En China, en Grecia y entre los hebreos podemos encontrar mitos en los que el ser humano muestra su desconcierto ante Dios o los dioses por carecer de una naturaleza definida, semejante a la que sí parecen poseer los animales. El desenlace de esos mitos suele ser que la divinidad explica al perplejo humano que él mismo tiene que buscar y crear su naturaleza. Esa es, precisamente, la idea a la que llegó el propio Aristóteles, para quien la naturaleza del ser humano sólo puede definirse por su carácter social, ya que, más allá de eso, "la naturaleza del ser humano consiste en no tener naturaleza". Por eso, el ser humano debe, como decía el maestro de su maestro Platón (es decir, Sócrates), conocerse a sí mismo y hacerse haciendo. El jugador de baloncesto Shaquille O’Neal explicaba que su entrenador Phil Jackson le había enseñado esa gran verdad de Aristóteles: “Somos lo que hacemos”. Así que cada vez que salía a la pista se dedicaba a demostrar quién era él, en vez de decirlo una y otra vez en las ruedas de prensa, como su rival entonces en el equipo de Los Angeles Lakers, Kobe Bryant.



Pico de la Mirandola

En opinión de Aristóteles, mientras que los animales están condicionados de manera casi absoluta por su alma o naturaleza vegetativa o animal, el alma intelectiva que poseemos los humanos nos permite modificar nuestra identidad.

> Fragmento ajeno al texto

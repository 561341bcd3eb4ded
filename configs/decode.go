package configs

import (
	"errors"
	"fmt"
	"math"
	"sort"
	"strconv"
	"strings"
	"time"

	"github.com/goccy/go-yaml"
	"github.com/goccy/go-yaml/ast"
	"github.com/goccy/go-yaml/parser"
)

// Decoding walks the YAML syntax tree by hand instead of unmarshalling into
// tagged structs: it keeps every value's line and column for later
// validation, reports every unknown key and wrongly typed value in one pass
// (a strict yaml.Unmarshal stops at the first), and records which fields
// were written so that an explicit zero can differ from an absent key.

// maxAliasDepth bounds alias-to-alias chains and nested merge keys, so a
// hostile file cannot recurse without end.
const maxAliasDepth = 16

type decoder struct {
	file    string
	errs    []error
	pos     map[string]position
	bad     map[string]bool // paths whose value failed to decode
	anchors map[string]ast.Node
}

type entry struct {
	key   string
	keyN  ast.Node
	value ast.Node
}

type handler func(n ast.Node, path string)

func decode(name string, data []byte) (*Config, *decoder, error) {
	d := &decoder{file: name, pos: map[string]position{}, bad: map[string]bool{}, anchors: map[string]ast.Node{}}
	f, err := parser.ParseBytes(data, 0)
	if err != nil {
		fe := &FieldError{File: name, Err: ErrSyntax, Detail: err.Error()}
		var ye yaml.Error
		if errors.As(err, &ye) {
			fe.Detail = ye.GetMessage()
			if tk := ye.GetToken(); tk != nil && tk.Position != nil {
				fe.Line, fe.Column = tk.Position.Line, tk.Position.Column
				fe.Value = tk.Value
			}
		}
		return nil, nil, fe
	}
	c := &Config{file: name}
	var body ast.Node
	for i, doc := range f.Docs {
		if doc == nil || doc.Body == nil {
			continue
		}
		if body != nil {
			d.errAt(doc.Body, "", "", ErrSyntax, "more than one YAML document; put the configuration in one (document %d)", i+1)
			break
		}
		body = doc.Body
	}
	if body != nil {
		ast.Walk(anchorCollector(d.anchors), body)
		d.fields(body, "", map[string]handler{
			"bus":   func(n ast.Node, p string) { d.bus(n, p, &c.Bus) },
			"store": func(n ast.Node, p string) { d.store(n, p, &c.Store) },
			"http": func(n ast.Node, p string) {
				d.fields(n, p, map[string]handler{"addr": d.str(&c.HTTP.Addr), "token_env": d.str(&c.HTTP.TokenEnv)})
			},
			"defaults": func(n ast.Node, p string) {
				d.fields(n, p, map[string]handler{"windows": d.windows(&c.Defaults.Windows)})
			},
			"classes": func(n ast.Node, p string) { d.classes(n, p, c) },
			"sensors": func(n ast.Node, p string) { d.sensors(n, p, c) },
			"groups":  func(n ast.Node, p string) { d.groups(n, p, c) },
			"tickets": func(n ast.Node, p string) { d.tickets(n, p, &c.Tickets) },
		})
	}
	c.pos = d.pos
	return c, d, nil
}

type anchorCollector map[string]ast.Node

func (a anchorCollector) Visit(n ast.Node) ast.Visitor {
	if an, ok := n.(*ast.AnchorNode); ok && an.Name != nil && an.Name.GetToken() != nil {
		a[an.Name.GetToken().Value] = an.Value
	}
	return a
}

func nodePos(n ast.Node) position {
	if n == nil {
		return position{}
	}
	tk := n.GetToken()
	if tk == nil || tk.Position == nil {
		return position{}
	}
	return position{tk.Position.Line, tk.Position.Column}
}

func (d *decoder) errAt(n ast.Node, path, value string, sentinel error, format string, args ...any) {
	p := nodePos(n)
	d.errs = append(d.errs, &FieldError{File: d.file, Line: p.line, Column: p.column, Field: path,
		Value: value, Err: sentinel, Detail: fmt.Sprintf(format, args...)})
	if path != "" {
		d.bad[path] = true
	}
}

El filósofo al que Aristóteles más admiraba, Demócrito, lo dijo en una de sus excelentes reflexiones: “La naturaleza y la instrucción poseen cierta similitud, puesto que la instrucción trasforma al hombre y, al transformarlo, produce su naturaleza”.

Pero quien quizá lo dijo mejor que nadie fue Pico de la Mirandola en su Discurso de la naturaleza humana, cuando Dios explica a Adán por qué no le ha dado una naturaleza definida como la de los animales. Vale la pena citar el pasaje íntegro:

Oh Adán, no te he dado ni un lugar determinado, ni un aspecto propio, ni una prerrogativa peculiar, con el fin de que poseas el lugar, el aspecto y la prerrogativa que conscientemente elijas y que de acuerdo con tu intención obtengas y conserves. La naturaleza definida de los otros seres está constreñida por las precisas leyes por mí prescriptas. Tú, en cambio, no constreñido por estrechez alguna, te la determinarás según el arbitrio a cuyo poder te he consignado. Te he puesto en el centro del mundo para que más cómodamente observes cuanto en él existe. No te he hecho ni celeste ni terreno, ni mortal ni inmortal, con el fin de que tú, como árbitro y soberano artífice de ti mismo, te informases y plasmases en la obra que prefirieses. Podrás degenerar en los seres inferiores que son las bestias, podrás regenerarte, según tu ánimo, en las realidades superiores que son divinas.

Quizá de este modo se entienda por qué puedo pensar al mismo tiempo que estamos programados y que somos programables (tanto por nosotros mismos como por la sociedad). La semana que viene intentaré distinguir entre lo que está y lo que no está en los genes.